The article does have a couple of redeeming qualities. It notes that a shift from taxing earnings to taxing goods will be regressive. And it does quote a couple of liberals as the skunks at this picnic. Ernie Tedeschi of the Yale Budget Lab avers that “there are more efficient ways” to raise revenue, and Alex Jacquez of the Groundwork Collaborative sneaks in in the piece’s very last paragraph to say it more bluntly: “This is clearly not an efficient way to gather revenue.” So that viewpoint is represented.

But the piece is framed in a way that will suggest to the average reader that Trump is onto something, that he’s delivering. And it’s a subtle but constant thing, not only in the Times’s interpretive pieces but across the mainstream media: Things Trump does that are obviously corrupt or brazen are “controversial” or “debatable”; autocratic steps taken against political foes are “aggressive”; locking up innocent people and defying judicial orders aren’t direct assaults on the Constitution but rather “highly unusual” assertions of executive power.

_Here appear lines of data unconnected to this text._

"""The figure of the kernel over its smoothing: its data first, then that it draws them."""

from __future__ import annotations

import matplotlib as mpl
import numpy as np
import pytest

import kernelfit as kf
from kernelfit.fitting.smoothing_path import SmoothingPath
from kernelfit.fitting.validation import HeldOut
from kernelfit.kernels import DistanceRange
from kernelfit.report.figures_smoothing import DEEPEST_SHOWN, draw_smoothing, smoothing_data
from kernelfit.report.look import inline_svg, look

SMOOTHING = np.array([0.1, 10.0, 1e3, 1e5])


def path(*, chosen=2, validated=True, by="likelihood"):
    """An invented path: kernels from wavy to straight; the array has no pairs from 300 to 900 µm."""
    return SmoothingPath(
        smoothing=SMOOTHING,
        effective=np.array([6.0, 4.5, 3.0, 2.0]),
        log_likelihood=np.array([-100.0, -101.0, -102.0, -106.0]),
        log_marginal_likelihood=np.array([-130.0, -112.0, -110.0, -111.5]),
        leak_rate=np.full(4, 40.0),
        converged=np.ones(4, dtype=bool),
        theta=np.linspace(0.2, 0.0, 6) + np.array([[0.1], [0.05], [0.02], [0.0]]) * np.array([1, -1, 1, -1, 1, -1]),
        chosen=chosen,
        chosen_by=by,
        held_out=HeldOut(SMOOTHING, np.array([[-50.0, -48.0, -47.0, -49.0], [-51.0, -49.0, -49.5, -49.0]]), 0.1)
        if validated
        else None,
        kernel=kf.kernels.Spline(n_basis=6),
        span=DistanceRange(100.0, 100.0, 1000.0),
        distinct_um=np.concatenate([np.linspace(100.0, 300.0, 21), np.linspace(900.0, 1000.0, 11)]),
    )


def test_what_the_figure_shows():
    data = smoothing_data(path())
    assert data.title == "3 effective parameters out of 6 are left by the smoothing of this fit"
    np.testing.assert_allclose(data.marginal, [-20.0, -2.0, 0.0, -1.5])
    np.testing.assert_allclose(data.held_out, [-4.5, -0.5, 0.0, -1.5])
    # differences of the two folds from the best: their standard deviation times sqrt(2)
    np.testing.assert_allclose(
        data.held_out_error, np.sqrt(2) * np.std([[-3, -1, 0, -2], [-1.5, 0.5, 0, 0.5]], 0, ddof=1)
    )
    known = np.isfinite(data.distance_um)
    assert not known.all()  # nothing is drawn where the array has no pairs
    assert not ((data.distance_um[known] > 300.0) & (data.distance_um[known] < 900.0)).any()
    np.testing.assert_allclose(data.jump[:, known], path().kernels(data.distance_um[known]))
    assert "chosen by the marginal likelihood" in data.caption
    assert "stretches of time left out" in data.caption
    assert list(data.numbers()["smoothing"]) == SMOOTHING.tolist()
    assert data.numbers()["held_out_below_best"].tolist() == data.held_out.tolist()


def test_without_smoothing_in_the_fit_and_without_validation():
    data = smoothing_data(path(chosen=None, validated=False, by="stated"))
    assert data.title.startswith("Without smoothing the kernel has 6 parameters")
    assert "thick" not in data.caption
    assert "left out" not in data.caption
    assert data.numbers()["held_out_below_best"].isna().all()


@pytest.mark.parametrize(("chosen", "validated"), [(2, True), (2, False), (None, False)])
def test_it_draws_a_line_for_each_smoothing(chosen, validated):
    before = dict(mpl.rcParams)
    data = smoothing_data(path(chosen=chosen, validated=validated))
    figure = draw_smoothing(data)
    top, under = figure.axes[:2]
    drawn = [line for line in top.lines if np.size(line.get_xdata()) == data.distance_um.size]
    assert len(drawn) == 4 + (chosen is not None)  # the chosen one has a white edge
    assert under.get_xscale() == "log"
    assert under.get_ylim()[0] == pytest.approx(-1.1 * DEEPEST_SHOWN)
    assert under.get_xlabel() == "smoothing"
    assert figure.axes[2].get_ylabel() == "effective parameters"
    labels = [text.get_text() for text in under.get_legend().get_texts()] if under.get_legend() else []
    assert ("stretches left out" in labels) == validated
    with look():
        figure.canvas.draw()
        shown = {t.get_text() for t in under.get_xticklabels()}
        assert {"0.1", "1,000"} <= shown
    svg = inline_svg(figure, "smoothing", "a figure")
    assert "effective parameters" in svg
    assert "mathdefault" not in svg
    assert dict(mpl.rcParams) == before


def test_of_a_real_path():
    rng = np.random.default_rng(2)
    positions = np.array([[100.0 * (k % 3), 100.0 * (k // 3)] for k in range(9)]) + rng.uniform(-15, 15, (9, 2))
    law = kf.kernels.Gaussian().at(amplitude=0.25, length_um=120.0, reference_um=100.0)
    recording = kf.simulate_recording(positions, law, 6.0, 40.0, 30.0, 1, bin_width=0.005)
    kernel = kf.kernels.Spline(n_basis=6, smoothing=10.0)
    fit = kf.CouplingModel(kernel, bin_width=0.005, after_spike="none", leak_rate=40.0).fit(recording, threads=2)
    data = smoothing_data(fit.smoothing_path([1.0, 100.0], threads=2))
    assert data.smoothing.tolist() == [1.0, 10.0, 100.0]
    assert data.chosen == 1
    assert "chosen by the model" in data.caption
    draw_smoothing(data)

It happens every day, and it can’t help but have the effect of normalizing behavior that if it continues will result in the end of American democracy.

It’s not enough for the nation’s most important newspaper to chronicle democracy’s decline. It must, at some point, affirmatively oppose it. Without democracy, after all, there will be no New York Times, in any meaningful sense. That can’t be the world the Times wants.